To know what class something is, there a class() for that!

class("A")
## [1] "character"
class(c(1,2,3))
## [1] "numeric"
class(c(TRUE, FALSE))
## [1] "logical"

Note, this doesn’t tell you information about object length or values. The lowest level function that gives you more detailed info is str().

str() is terribly useful - it reveals what is inside of your object. Often, if you come to someone with a problem about a variable misbehaving, the first thing they will ask you to do is to “str your object!”. Heck, this should be one of the first things you do when you have a bug. 90% of the time when I do this, I find a typo, or a misclassed object, or something. And then I fix it, and can move on with my life.

For example,

str(my_numbers)
##  num [1:6] 5 6 7 8 9 10

shows you that my_numbers is a numeric vector of length 6 and shows you the first few values.

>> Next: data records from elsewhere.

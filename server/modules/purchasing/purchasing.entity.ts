import { defineEntity, p, type InferEntity } from '@mikro-orm/core';
import { baseProperties, orgFilter } from '../common/base';
import { Organization } from '../organizations/organization.entity';
import { User } from '../users/user.entity';
import { PartType, Supplier } from '../stock/stock.entity';
import { PURCHASE_STATES } from '../../../shared/schemas/purchasing';

/** A request to buy one part: raised, approved, ordered, then received (in one or more receipts). */
export const PurchaseRequest = defineEntity({
  name: 'PurchaseRequest',
  tableName: 'purchase_request',
  filters: orgFilter,
  uniques: [{ properties: ['organization', 'number'] }],
  indexes: [{ properties: ['partType', 'status'] }],
  properties: {
    ...baseProperties,
    organization: () => p.manyToOne(Organization).ref(),
    number: p.integer(),
    partType: () => p.manyToOne(PartType).ref(),
    supplier: () => p.manyToOne(Supplier).ref().nullable(),
    status: p.enum([...PURCHASE_STATES]),
    quantity: p.double().$type<number>(),
    /** Sum of the receipts, kept in the same transaction. */
    received: p.double().$type<number>().default(0),
    note: p.string().length(300).nullable(),
    requestedBy: () => p.manyToOne(User).ref().nullable(),
    approvedBy: () => p.manyToOne(User).ref().nullable(),
    approvedAt: p.datetime().nullable(),
    orderedBy: () => p.manyToOne(User).ref().nullable(),
    orderedAt: p.datetime().nullable(),
    closedAt: p.datetime().nullable(),
  },
});
export type IPurchaseRequest = InferEntity<typeof PurchaseRequest>;

/** Parts that came in against a request. Append-only: a wrong receipt is corrected by a stock adjustment. */
export const PurchaseReceipt = defineEntity({
  name: 'PurchaseReceipt',
  tableName: 'purchase_receipt',
  filters: orgFilter,
  properties: {
    ...baseProperties,
    organization: () => p.manyToOne(Organization).ref(),
    request: () => p.manyToOne(PurchaseRequest).ref(),
    quantity: p.double().$type<number>(),
    receivedAt: p.datetime(),
    by: () => p.manyToOne(User).ref().nullable(),
    note: p.string().length(300).nullable(),
  },
});
export type IPurchaseReceipt = InferEntity<typeof PurchaseReceipt>;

You can also get summarized information about your objects. This is aggregated a bit more, but can be useful.

summary(my_numbers)
##    Min. 1st Qu.  Median    Mean 3rd Qu.    Max. 
##    5.00    6.25    7.50    7.50    8.75   10.00

Whoah! Summary statistics! One of the great things about summary as well is it gives you information about NAs which can really be tricky.

summary(c(1, 2, NA, 3))
##    Min. 1st Qu.  Median    Mean 3rd Qu.    Max.    NA's 
##     1.0     1.5     2.0     2.0     2.5     3.0       1

ah HA! Often, NAs are the bane of our existence. We’ll talk about them more as we dig deeper, but for now, summary() is a great way of seeing if they are there.

EXERCISE: Create a vector of any class. str() and summarize() it. Now, create two vectors of different object types. Combine them. What do these two useful functions tell you what happened?